Better or worse, sickness and in health is all well and good up to a point. It really is. But at some point, YOUR health and YOUR well-being come into play as well. If he can't or won't get well, then you have to take care of yourself. You and your daughter deserve to sleep at night. You deserve to know where you'll be sleeping at night. To have the consistency that kids need to be raised with. He may be fragile, but there's no guarantee that in 6 months or a year or 5 years his doctors won't think he's just as fragile. You could wait your whole life living like this for his doctors to approve your life. Remember, they're HIS doctors, not yours! They don't have your best interests, or any of your interests in their scope of care, really. 

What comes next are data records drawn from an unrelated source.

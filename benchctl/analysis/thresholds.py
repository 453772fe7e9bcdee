"""Threshold voltages (dropout, start-up) from on/off observations along the rail.

References
----------
.. [1] JCGM 100:2008 (GUM), 4.3.7: a quantity known only to lie in [a, b] has a
       rectangular distribution, standard uncertainty (b - a) / sqrt(12).
.. [2] D. J. Finney, "Probit Analysis", 3rd ed., Cambridge University Press, 1971 (the
       median effective dose of a binary response curve and its interval); here with the
       logistic link, fitted by maximum likelihood (iteratively reweighted least squares,
       P. McCullagh and J. A. Nelder, "Generalized Linear Models", 2nd ed., 1989, 4.4).
"""

from __future__ import annotations

import math
from dataclasses import dataclass

import numpy as np
from numpy.typing import ArrayLike, NDArray

from benchctl.errors import MeasurementError

__all__ = ["Threshold", "threshold_bracket", "threshold_logistic"]

_Z975 = 1.959963984540054  # standard normal 97.5 % quantile


@dataclass(frozen=True, slots=True)
class Threshold:
    """A threshold rail voltage and the interval that holds it.

    Attributes
    ----------
    value_v : float
        Best estimate, V (bracket midpoint, or the 50 % point of the logistic fit).
    low_v, high_v : float
        Interval, V: the bracketing observations, or the 95 % interval of the fit.
    u_v : float
        Standard uncertainty of ``value_v``, V.
    width_v : float
        Logistic scale: rail change from 50 % to 73 % probability, V (0 for a bracket).
    method : str
        ``"bracket"`` or ``"logistic"`` with details.
    """

    value_v: float
    low_v: float
    high_v: float
    u_v: float
    width_v: float
    method: str


def _prepare(
    rail_v: ArrayLike, state: ArrayLike, on_above: bool
) -> tuple[NDArray[np.float64], NDArray[np.bool_]]:
    x = np.asarray(rail_v, dtype=np.float64)
    s = np.asarray(state, dtype=bool)
    if x.ndim != 1 or x.shape != s.shape:
        raise ValueError(f"rail_v and state must be 1-D of equal length: {x.shape}, {s.shape}")
    if not np.all(np.isfinite(x)):
        raise MeasurementError("rail_v holds non-finite values")
    if x.size < 2:
        raise MeasurementError(f"{x.size} observations cannot bracket a threshold")
    order = np.argsort(x, kind="stable")
    x, s = x[order], s[order]
    if not on_above:
        s = ~s
    if s.all() or not s.any():
        word = "on" if s.all() == on_above else "off"
        raise MeasurementError(
            f"no transition: the board is {word} at every rail from {x[0]:.4g} to {x[-1]:.4g} V"
        )
    return x, s


def threshold_bracket(
    rail_v: ArrayLike, state: ArrayLike, *, on_above: bool = True
) -> Threshold:
    """Threshold from bracketing observations.

    The threshold lies above the highest rail below which every observation is "off"
    and below the lowest rail above which every observation is "on"; observations in
    between (noisy detection) widen the interval. The value is the midpoint, with the
    rectangular standard uncertainty (high - low) / sqrt(12) (GUM 4.3.7).

    Parameters
    ----------
    rail_v : array_like
        Rail voltages, V.
    state : array_like of bool
        True where the board was oscillating (or whatever "on" means).
    on_above : bool
        True when "on" is expected at the high rails (dropout and start-up both are).

    Raises
    ------
    MeasurementError
        No transition in the data.
    """
    x, s = _prepare(rail_v, state, on_above)
    # last index of the all-off prefix and first index of the all-on suffix
    first_on = int(np.argmax(s))
    last_off = int(s.size - 1 - np.argmax(~s[::-1]))
    low = float(x[first_on - 1]) if first_on > 0 else float(x[0])
    high = float(x[last_off + 1]) if last_off + 1 < x.size else float(x[-1])
    # the all-off prefix ends at first_on - 1; the all-on suffix starts at last_off + 1
    mixed = last_off > first_on
    return Threshold(
        value_v=0.5 * (low + high),
        low_v=low,
        high_v=high,
        u_v=(high - low) / math.sqrt(12.0),
        width_v=0.0,
        method="bracket" + (" (mixed observations inside)" if mixed else ""),
    )


def _logistic_mle(x: NDArray, s: NDArray, max_iter: int = 100) -> tuple[NDArray, NDArray, bool]:
    """Logistic regression P(on) = 1 / (1 + exp(-(b0 + b1 x))) by Newton-Raphson (IRLS).

    Returns (beta, covariance = inverse Fisher information, converged).
    """
    X = np.column_stack([np.ones_like(x), x])
    beta = np.zeros(2)
    yv = s.astype(np.float64)
    converged = False
    info = np.eye(2)
    for _ in range(max_iter):
        eta = X @ beta
        p = 0.5 * (1.0 + np.tanh(0.5 * eta))  # overflow-free logistic
        wgt = p * (1.0 - p)
        info = X.T @ (X * wgt[:, None])
        grad = X.T @ (yv - p)
        try:
            step = np.linalg.solve(info, grad)
        except np.linalg.LinAlgError:
            break
        beta = beta + step
        if np.max(np.abs(step)) < 1e-10 * (1.0 + np.max(np.abs(beta))):
            converged = True
            break
        if np.max(np.abs(beta)) > 1e8:
            break
    try:
        cov = np.linalg.inv(info)
    except np.linalg.LinAlgError:
        cov = np.full((2, 2), np.inf)
    return beta, cov, converged


def threshold_logistic(
    rail_v: ArrayLike, state: ArrayLike, *, on_above: bool = True
) -> Threshold:
    """Threshold as the 50 % point of a logistic fit, for noisy detection near threshold.

    Fits P(on | V) = 1 / (1 + exp(-(V - V50) / s)) by maximum likelihood. The interval is
    V50 +/- 1.96 u with u from the inverse Fisher information by the delta method
    (V50 = -b0 / b1).

    When the observations are separable (every "off" below every "on"), the maximum
    likelihood estimate does not exist; the bracket of :func:`threshold_bracket` is
    returned instead and the ``method`` says so.

    Parameters
    ----------
    rail_v : array_like
        Rail voltages, V (repeats at one rail are welcome).
    state : array_like of bool
        Observed state at each rail.
    on_above : bool
        True when "on" is expected at the high rails.
    """
    x, s = _prepare(rail_v, state, on_above)
    first_on = int(np.argmax(s))
    last_off = int(s.size - 1 - np.argmax(~s[::-1]))
    if x[last_off] <= x[first_on]:  # (quasi-)complete separation
        br = threshold_bracket(x, s)
        return Threshold(br.value_v, br.low_v, br.high_v, br.u_v, 0.0,
                         "bracket (observations separable: logistic MLE does not exist)")
    xm = float(x.mean())
    xs = float(x.std()) or 1.0
    beta, cov, converged = _logistic_mle((x - xm) / xs, s)
    b0, b1 = float(beta[0]), float(beta[1])
    if not converged or b1 <= 0.0:
        raise MeasurementError(
            "logistic fit did not converge (on/off observations show no rising trend)"
        )
    v50_std = -b0 / b1
    grad = np.array([-1.0 / b1, b0 / (b1 * b1)])
    u_std = math.sqrt(max(float(grad @ cov @ grad), 0.0))
    v50 = xm + xs * v50_std
    u = xs * u_std
    return Threshold(
        value_v=v50,
        low_v=v50 - _Z975 * u,
        high_v=v50 + _Z975 * u,
        u_v=u,
        width_v=xs / b1,
        method="logistic maximum likelihood, delta-method interval",
    )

There's absolutely nothing wrong and everything right about wanting to establish safe and healthy boundaries with a very sick person. If you separate yourself from him, he can only do so much to slander you because you're simply not there. If you do divorce him however, you have to make it stick. You'll always be connected through your daughter, but to get "technically" divorced and still spend every day with him and be his primary caretaker won't work. It's more about creating the boundaries that he can't.


----------



## Uptown (Mar 27, 2010)

Lorraine, when did the crazy problems with your H begin. I've read your other threads and you seem to be describing a situation where the marriage was fine for 17 years or so and then all hell broke loose in the past three years. That doesn't make sense to me. It sounds like your H had emotional issues when you married and you overlooked the red flags earlier. Is that right?


----------



## VLR (May 15, 2011)

Are you saying you would want to stay with him if you were sure he wasn't going to divorce you first? If he didn't change a bit and you knew for sure he wouldn't file first would that work for you?

That may be a question to work on first and then the the legal one becomes a little easier to approach.


----------